Para esto lo que hicimos fue comprar el primer billete de avión y desde ahí ir decidiendo los lugares que seguiríamos visitando y las fechas sobre la marcha. Cosas a tener en cuenta:

Hay países donde no te dejan entrar si no dispones del billete de salida. Por ejemplo: en el aeropuerto de Kuala Lumpur (Malasia) presentamos el billete a Manila (Filipinas) para poder volar hacia allí y, además, tuvimos que presentar el billete de salida de Filipinas (a Siem Reap, Camboya). Si no hubiésemos tenido el billete de salida de Filipinas, no nos hubiesen permitido entrar en el país, cortando nuestro vuelo desde Kuala Lumpur. 

Por tanto, hay que informarse de qué países no te permiten la entrada sin un billete de salida previo.

Otro factor a tener en cuenta es el visado y días de permanencia en el país, pues en función del pasaporte del que dispongas o cómo entres al país, dispones de un dinero u otro de días. Por ejemplo, en Tailandia te permiten entrar con pasaporte español sin pagar por un visado un máximo de 30 días si entras por aire y un máximo de 15 si entras por tierra.  
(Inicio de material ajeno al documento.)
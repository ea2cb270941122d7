// Moon and sun for the almanac: quarters of the Moon (syzygies and quadratures for springs and
// neaps), every sun and moon rise and set per local day, and the Moon's illumination.

export { moonQuarters, syzygiesAndQuadratures, QUARTER_NAMES } from './sky/quarters.js';
export type { MoonQuarter, AstronomicalSpringNeap } from './sky/quarters.js';
export { skyForDays, skyCrossings } from './sky/rise-set.js';
export type { SkyDay, SkyEvent, SunNote, MoonNote, DaySpan } from './sky/rise-set.js';
export type { Crossing } from './sky/crossings.js';
export { createSkyEphemeris, skyHeight, skySite } from './sky/ephemeris.js';
export type { SkyBody, SkyEphemeris, SkySite } from './sky/ephemeris.js';
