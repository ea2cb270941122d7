// `tidewright check` on access windows: a level the tide never reaches (or never leaves) over the
// station's whole datum epoch is almost surely a slip, since that window would never open (or close).
import { stationDatums } from './datums.js';
import { StationFileError } from './errors.js';
import { sideAndLevel } from './almanac/windows.js';
import type { StationLookup } from './tides.js';
import type { Station } from './types.js';

/** One problem per window whose level lies outside LAT..HAT of the station's 19-year epoch. */
export function windowLevelProblems(station: Station, set: StationLookup): StationFileError[] {
  const windows = station.windows ?? [];
  if (windows.length === 0) return [];
  const { LAT, HAT, epoch } = stationDatums(station, set).datums;
  const file = station.sourceFile ?? station.id;
  const span = `LAT ${LAT.toFixed(2)} m to HAT ${HAT.toFixed(2)} m (${epoch.from}–${epoch.to})`;
  const problems: StationFileError[] = [];
  windows.forEach((spec, i) => {
    const { side, level } = sideAndLevel(spec);
    const never = side === 'above' ? level > HAT : level < LAT;
    const always = side === 'above' ? level <= LAT : level >= HAT;
    if (!never && !always) return;
    const effect = never ? 'never opens' : 'never closes';
    problems.push(new StationFileError(file, `windows.${i}.${side}`,
      `${level} m is outside the predicted range ${span}, so "${spec.name}" ${effect}`,
      `write a level between ${LAT.toFixed(2)} and ${HAT.toFixed(2)} m above ${station.datum}`));
  });
  return problems;
}
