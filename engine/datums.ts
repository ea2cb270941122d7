// Tidal datums of a station: LAT and HAT from 19 years of predicted high and low waters, the mean
// spring and neap levels from the constants, the tide type from the form number, the age of the tide.
import type { EngineContext } from './context.js';
import { DEFAULT_DATUM_EPOCH } from './stations/schema.js';
import { secondaryEventsFrom, secondaryPaddingMs } from './secondary.js';
import { harmonicStationOf, tideEvents, type StationLookup } from './tides.js';
import type {
  ConstituentConstant, Datums, ModelWarning, ReferenceStation, SecondaryStation, Station, TideEvent, TideType,
} from './types.js';

// At least one nodal cycle of 18.61 years (IHO resolution on chart datum, from memory).
export const DATUM_EPOCH_YEARS = 19;

const DAY = 86_400_000;
// Speeds of M2 and S2 in degrees per hour (Schureman 1958, Table 2).
const SPEED_M2 = 28.9841042;
const SPEED_S2 = 30;

/** Everything a tide book prints about a station's datums and character. */
export interface DatumSummary {
  datums: Datums;
  tideType: TideType;
  meanSpringRange: number; // MHWS − MLWS, metres
  meanNeapRange: number; // MHWN − MLWN
  ageOfTideHours: number; // from the constants (Pugh 1987)
  warnings: ModelWarning[];
}

type Levels = Pick<Datums, 'MHWS' | 'MHWN' | 'MLWN' | 'MLWS' | 'MSL'>;

const mm = (x: number): number => Math.round(x * 1000) / 1000;

function amplitude(c: Record<string, ConstituentConstant>, name: string): number {
  return c[name]?.amplitude ?? 0;
}

/** MHWS = Z0 + (M2 + S2), MHWN = Z0 + (M2 − S2), MLWN = Z0 − (M2 − S2), MLWS = Z0 − (M2 + S2) (Pugh 1987). */
export function harmonicLevels(station: ReferenceStation): Levels {
  const z0 = station.mean_level;
  const m2 = amplitude(station.constituents, 'M2');
  const s2 = amplitude(station.constituents, 'S2');
  return { MHWS: z0 + m2 + s2, MHWN: z0 + m2 - s2, MLWN: z0 - m2 + s2, MLWS: z0 - m2 - s2, MSL: z0 };
}

/**
 * Secondary-port levels: the reference port's levels with the height differences of the matching
 * state of the tide (springs at k = 1 for MHWS/MLWS, neaps at k = 0 for MHWN/MLWN); MSL is the mean
 * of the four, as it is for a reference port under the formulas above.
 */
export function secondaryLevels(reference: ReferenceStation, station: SecondaryStation): Levels {
  const r = harmonicLevels(reference);
  const d = station.differences;
  const MHWS = r.MHWS + d.high_water.springs.height;
  const MHWN = r.MHWN + d.high_water.neaps.height;
  const MLWN = r.MLWN + d.low_water.neaps.height;
  const MLWS = r.MLWS + d.low_water.springs.height;
  return { MHWS, MHWN, MLWN, MLWS, MSL: (MHWS + MHWN + MLWN + MLWS) / 4 };
}

/** Form number F = (K1 + O1)/(M2 + S2) (Courtier 1938, as given in Pugh 1987); capped at 999. */
export function formNumber(constituents: Record<string, ConstituentConstant>): number {
  const diurnal = amplitude(constituents, 'K1') + amplitude(constituents, 'O1');
  const semidiurnal = amplitude(constituents, 'M2') + amplitude(constituents, 'S2');
  if (semidiurnal <= 0) return diurnal > 0 ? 999 : 0;
  return Math.min(999, diurnal / semidiurnal);
}

/** Tide type from the form number: < 0.25, 0.25–1.5, 1.5–3, > 3 (Courtier 1938, as given in Pugh 1987). */
export function tideTypeOf(F: number): TideType {
  const formNumber = Math.round(F * 1000) / 1000;
  if (F < 0.25) return { formNumber, kind: 'semidiurnal' };
  if (F < 1.5) return { formNumber, kind: 'mixed-semidiurnal' };
  if (F <= 3) return { formNumber, kind: 'mixed-diurnal' };
  return { formNumber, kind: 'diurnal' };
}

/**
 * Age of the tide, hours: (g_S2 − g_M2)/(30 − 28.9841042) (Pugh 1987). The phase difference is
 * wrapped into −90°..270°, so a small negative difference reads as springs slightly before syzygy
 * rather than as a lag of nearly a whole spring–neap cycle. 0 without M2 or S2.
 */
export function ageOfTideHours(constituents: Record<string, ConstituentConstant>): number {
  const m2 = constituents['M2'];
  const s2 = constituents['S2'];
  if (!m2 || !s2 || m2.amplitude <= 0 || s2.amplitude <= 0) return 0;
  let d = (((s2.phase - m2.phase) % 360) + 360) % 360;
  if (d >= 270) d -= 360;
  return d / (SPEED_S2 - SPEED_M2);
}

/** The 19-year span for LAT/HAT: 1 January of `datum_epoch` (00:00 UTC) for 19 whole years. */
export function datumEpoch(station: Station): { from: number; to: number; start: number; end: number } {
  const from = station.datum_epoch ?? DEFAULT_DATUM_EPOCH;
  const to = from + DATUM_EPOCH_YEARS - 1;
  return { from, to, start: Date.UTC(from, 0, 1), end: Date.UTC(to + 1, 0, 1) };
}

/** Lowest low water and highest high water among events. */
export function astronomicalExtremes(events: readonly TideEvent[]): { LAT: number; HAT: number } {
  let LAT = Infinity;
  let HAT = -Infinity;
  for (const e of events) {
    if (e.type === 'low' && e.height < LAT) LAT = e.height;
    if (e.type === 'high' && e.height > HAT) HAT = e.height;
  }
  return { LAT, HAT };
}

/**
 * Datums of any station. LAT/HAT: lowest and highest of all predicted high and low waters over the
 * epoch — the harmonic extrema for a reference port, the secondary port's own derived events for a
 * secondary port. Tide type and age of the tide come from the harmonic (reference) constants.
 */
export function stationDatums(station: Station, set: StationLookup, ctx?: EngineContext): DatumSummary {
  const reference = harmonicStationOf(station, set);
  // Kept in the context per station object (and the reference object it was computed with).
  const hit = ctx?.datums.get(station);
  if (hit && hit.reference === reference) return hit.summary;
  const summary = computeDatums(station, reference, set, ctx);
  ctx?.datums.set(station, { reference, summary });
  return summary;
}

// The reference port's events over an epoch and a few days either side, kept in the context so
// that its secondary ports reuse them instead of predicting the same 19 years again.
const EPOCH_PAD = 3 * DAY;

function referenceEpochEvents(
  reference: ReferenceStation, set: StationLookup, from: number, ctx?: EngineContext,
): TideEvent[] {
  let byEpoch = ctx?.epochEvents.get(reference);
  if (!byEpoch) {
    byEpoch = new Map<number, TideEvent[]>();
    ctx?.epochEvents.set(reference, byEpoch);
  }
  let events = byEpoch.get(from);
  if (!events) {
    const start = Date.UTC(from, 0, 1);
    const end = Date.UTC(from + DATUM_EPOCH_YEARS, 0, 1);
    events = tideEvents(reference, set, start - EPOCH_PAD, end + EPOCH_PAD, ctx);
    byEpoch.set(from, events);
  }
  return events;
}

/** Every high and low water of a station over its datum epoch (secondary ports: their own events). */
export function epochTideEvents(station: Station, set: StationLookup, ctx?: EngineContext): TideEvent[] {
  const epoch = datumEpoch(station);
  const inEpoch = (e: TideEvent) => e.time >= epoch.start && e.time < epoch.end;
  if (station.kind === 'reference') return referenceEpochEvents(station, set, epoch.from, ctx).filter(inEpoch);
  if (secondaryPaddingMs(station) > EPOCH_PAD) return tideEvents(station, set, epoch.start, epoch.end, ctx);
  const reference = harmonicStationOf(station, set);
  return secondaryEventsFrom(referenceEpochEvents(reference, set, epoch.from, ctx), reference, station).filter(inEpoch);
}

function computeDatums(
  station: Station, reference: ReferenceStation, set: StationLookup, ctx?: EngineContext,
): DatumSummary {
  const epoch = datumEpoch(station);
  const { LAT, HAT } = astronomicalExtremes(epochTideEvents(station, set, ctx));
  const levels = station.kind === 'reference' ? harmonicLevels(station) : secondaryLevels(reference, station);
  const datums: Datums = {
    LAT: mm(LAT), HAT: mm(HAT),
    MHWS: mm(levels.MHWS), MHWN: mm(levels.MHWN), MLWN: mm(levels.MLWN), MLWS: mm(levels.MLWS),
    MSL: mm(levels.MSL),
    epoch: { from: epoch.from, to: epoch.to },
  };
  const warnings: ModelWarning[] = [];
  // predicted heights never fall to the datum: the datum label or the mean level is likely wrong
  if (datums.LAT > 0.1) warnings.push({ code: 'lat-above-datum', LAT: datums.LAT, epoch: { ...datums.epoch } });
  return {
    datums,
    tideType: tideTypeOf(formNumber(reference.constituents)),
    meanSpringRange: mm(levels.MHWS - levels.MLWS),
    meanNeapRange: mm(levels.MHWN - levels.MLWN),
    ageOfTideHours: Math.round(ageOfTideHours(reference.constituents) * 10) / 10,
    warnings,
  };
}

/** The lowest low water of `events` when it falls below LAT by more than rounding, else null. */
export function lowWaterBelowLat(events: readonly TideEvent[], LAT: number): TideEvent | null {
  let lowest: TideEvent | null = null;
  for (const e of events) if (e.type === 'low' && (!lowest || e.height < lowest.height)) lowest = e;
  return lowest && lowest.height < LAT - 0.001 ? lowest : null;
}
Por último, nosotros decidimos no comprar el “billete de la vuelta al mundo”. Para el tipo de viaje que nos planteamos, un pasaje de “vuelta al mundo” con destinos y fechas predeterminadas no nos encajaba. Además, los más económicos (que suelen partir de los 1.000€), solo incluyen 5 paradas e incluyen muy pocos países. Es una buena opción si buscas algo económico, aunque debes tener en cuenta que en muchos destinos deberás hacerte con transportes alternativos que completen la ruta. Si te gusta viajar por libre y trazar la ruta sobre la marcha, te recomendamos que vayas comprando los vuelos y otros transportes a medida que vayas avanzando en tu viaje. 


5 momentos recomendados

1. Ver la puesta de sol desde Los Doce Apóstoles, en la Great Ocean Road (al sur de Australia)

2. Conducir por la carretera Forgotten World Highway, en la isla norte de Nueza Zelanda

3. Hacer el trekking sobre el glaciar Perito Moreno, en Argentina. Alucinante pisar el hielo de color azul

4. Descubrir playas paradisíacas y secretas en Filipinas, como Nagtabon, en la isla de Palawan

5. Lanzar flores al mar mientras pides un deseo durante la fiesta que venera a la diosa Jemanjá, en Salvador de Bahía el 2 de febrero.


1 momento no recomendado

Nuestra peor experiencia la tuvimos al sur de Tailandia, en la parte de Krabi y las islas Phi Phi. Tuvimos la sensación de que aquella zona está muy masificada, y con una manera de gestionar el turismo apostando por la cantidad y no por la calidad. Esto no encajó con nuestra manera de viajar. 


¿Y cuánto cuesta la vuelta al mundo?

Esta es la gran incógnita que mucha gente nos pregunta. Aunque consideramos que esta cuestión no tiene respuesta exacta, pues la manera, necesidades y gustos de viajar son completamente subjetivos, sí que podemos compartir cuánto nos hemos gastado nosotros.
Han sido alrededor de los 13.000€ por persona lo que hemos bieninvertido durante este año. 

Hay quien no cree que podamos haber gastado tan poco. Otros se echan las manos a la cabeza porque les parece un dineral. Nuestra respuesta es que, no es ni mucho ni poco. Simplemente va arraigado a los valores de cada persona. Hay quien gasta mucho más en un coche, una boda, un piso, tener un hijo, comprar ropa…

Es simplemente una cuestión de preguntarse ¿qué me hace feliz?, ¿qué me merece la pena?, ¿qué quiero acumular a lo largo de mi vida, experiencias o cosas materiales? 


Un sueño cumplido

A nosotros nos ha merecido mucho la pena y, sin duda, lo recomendaríamos a todos aquellos que sueñen con dar la vuelta al mundo y aún no se hayan atrevido a dar el salto. No hay dinero suficiente para pagar lo que nos ha aportado un año entero de nuestra vida viajando por el mundo. Y sobretodo no hay dinero suficiente que pague la satisfacción personal de habernos atrevido a cumplir el sueño de nuestra vida.